The facts of the case are undisputed. In late February 2001, the Richmond County Sheriff’s Department received an anonymous letter postmarked February 23, 2001. The letter stated, £‘[T]o the good guys. There is a two story apartment behind 2408 Williams Street near ASU that you should take a look inside. I would not delay. Time is of the essence. Have a nice day.” Acting upon this letter, narcotics investigator Phares visited the address. The main house at this address was under renovation and located behind it was a two-story building containing upstairs and downstairs apartments. When Phares approached the front door of the downstairs apartment and knocked, he was overwhelmed by the smell of what he identified as marijuana coming from underneath the door. Receiving no response to his knocking, Phares started knocking on windows and observed the electric meter on the side of the house. The electric meter for the upstairs apartment was spinning very fast in comparison to the lower apartment indicating to the officer that an indoor marijuana growing operation might be present at the residence. Phares called a canine unit to the scene for further investigation, and, upon arrival, the narcotics dog immediately alerted to the presence of narcotics at the front door of the lower apartment. Phares then ascended a set of exterior stairs to the upper apartment and again noticed the strong smell of marijuana.
Subsequently, the investigator applied for and received a search warrant for the lower apartment, rented by Hodge. Upon executing the search warrant in the presence of Hodge on March 1, the sheriff’s department discovered several large bags of marijuana, as well as drug paraphernalia. The investigator then discovered that Hodge also rented the upstairs apartment. A search warrant was obtained for the upstairs apartment which led to the discovery of 44 mature marijuana plants growing in the rear bedroom.
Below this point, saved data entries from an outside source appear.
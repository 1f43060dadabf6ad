#!/usr/bin/python3
"""Generate the matplotlib part of the plotproof corpus (corpus/matplotlib/).
Each chart is drawn by matplotlib itself; the truth (plot box, axis limits,
values) is read back from the matplotlib objects, not re-derived by hand."""

import io
import math
import os
import random
import sys

import matplotlib

matplotlib.use("pdf")
import matplotlib.pyplot as plt  # noqa: E402
from matplotlib.backends.backend_pdf import PdfPages  # noqa: E402
from matplotlib.ticker import FuncFormatter  # noqa: E402

sys.path.insert(0, os.path.dirname(os.path.abspath(__file__)))
import truth  # noqa: E402

# PP_CORPUS_ROOT and PP_CORPUS_SEED_OFFSET make a held-out corpus elsewhere: the same
# kinds of charts with other invented data (scripts/holdout).
ROOT = os.environ.get("PP_CORPUS_ROOT") or os.path.dirname(os.path.dirname(
    os.path.dirname(os.path.abspath(__file__))))
SEED_OFFSET = int(os.environ.get("PP_CORPUS_SEED_OFFSET", "0"))


def rng_of(seed):
    return random.Random(seed + SEED_OFFSET)


OUT = os.path.join(ROOT, "corpus", "matplotlib")
PRODUCER = "matplotlib " + matplotlib.__version__
# Fixed metadata keeps reruns byte-stable apart from matplotlib internals.
META = {"CreationDate": None, "Creator": PRODUCER}

YEARS = [str(y) for y in range(2016, 2024)]
QUARTERS = ["Q1", "Q2", "Q3", "Q4", "Q1'", "Q2'"]
MONTHS = ["January", "February", "March", "April", "May", "June", "July",
          "August", "September", "October", "November", "December"]
ROUTES = ["Skjerholm", "Ravnvik", "Ostrand", "Lyngsetra", "Brevik Sound",
          "Hallaug"]
DEPOTS = ["North Quay", "Tern Pier", "Old Slip", "Gullwharf", "Eastmoor"]

FORMATS = {
    "plain": lambda v: "%g" % v,
    "thousands": lambda v: "{:,.0f}".format(v),
    "usd": lambda v: "${:,.0f}".format(v),
    # German-style grouping and decimal comma with a trailing euro sign.
    "eur": lambda v: "{:,.0f} €".format(v).replace(",", "."),
    "percent": lambda v: "%.0f%%" % v,
    "comma": lambda v: ("%.1f" % v).replace(".", ","),
}
# Decimals each format prints: a printed data label stands for the rounded number.
PRINTED_DECIMALS = {"thousands": 0, "usd": 0, "eur": 0, "percent": 0, "comma": 1}


def as_printed(fmt, v):
    d = PRINTED_DECIMALS.get(fmt)
    return v if d is None else round(v, d)


FORMAT_TAGS = {
    "plain": [], "thousands": ["thousands-sep"],
    "usd": ["currency", "thousands-sep"],
    "eur": ["currency", "thousands-sep", "decimal-comma"],
    "percent": ["percent"], "comma": ["decimal-comma"],
}
RANGES = {
    "plain": (300, 900, 0), "thousands": (12000, 48000, 0),
    "usd": (1200, 5400, 0), "eur": (2400, 9800, 0),
    "percent": (22, 64, 1), "comma": (1.2, 4.8, 1),
}


def make_values(rng, n, lo, hi, decimals):
    """Rising series with noise; first != last so Lie Factors are defined."""
    start = rng.uniform(lo, lo + 0.25 * (hi - lo))
    end = rng.uniform(lo + 0.75 * (hi - lo), hi)
    out = []
    for i in range(n):
        t = i / max(1, n - 1)
        v = start + t * (end - start) + rng.uniform(-0.06, 0.06) * (hi - lo)
        out.append(round(max(v, lo * 0.8), decimals))
    if out[0] == out[-1]:
        out[-1] = round(out[-1] * 1.1, decimals)
    if decimals == 0:
        out = [int(v) for v in out]
    return out


def nice_floor(x):
    step = 10 ** (math.floor(math.log10(x)) - 1)
    return math.floor(x / step) * step


def nice_ceil(x):
    step = 10 ** (math.floor(math.log10(x)) - 1) * 5
    return math.ceil(x / step) * step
The police seized the *204marijuana, other paraphernalia related to the weighing and usage of marijuana, and Hodge’s Blazer and Mercedes.
1. In his first enumeration of error, Hodge argues that the trial court erred in failing to suppress the evidence obtained by the illegal search of his residence and curtilage based on Phares’ initial approach to his apartment to investigate the tip. We disagree.
‘Where a police officer enters upon private property only to the extent of knocking on outer doors, the Fourth Amendment is not violated.” State v. Zackery, 193 Ga. App. 319 (387 SE2d 606) (1989). By approaching the front door of the residence for the purpose of asking questions regarding the anonymous tip, the sheriff’s department made no more intrusion on Hodge’s privacy than would the average person and did not violate the Fourth Amendment. Gardner v. State, 255 Ga. App. 489 (566 SE2d 329) (2002); Strozier v. State, 244 Ga. App. 514, 515 (535 SE2d 847) (2000); State v. Zackery, supra.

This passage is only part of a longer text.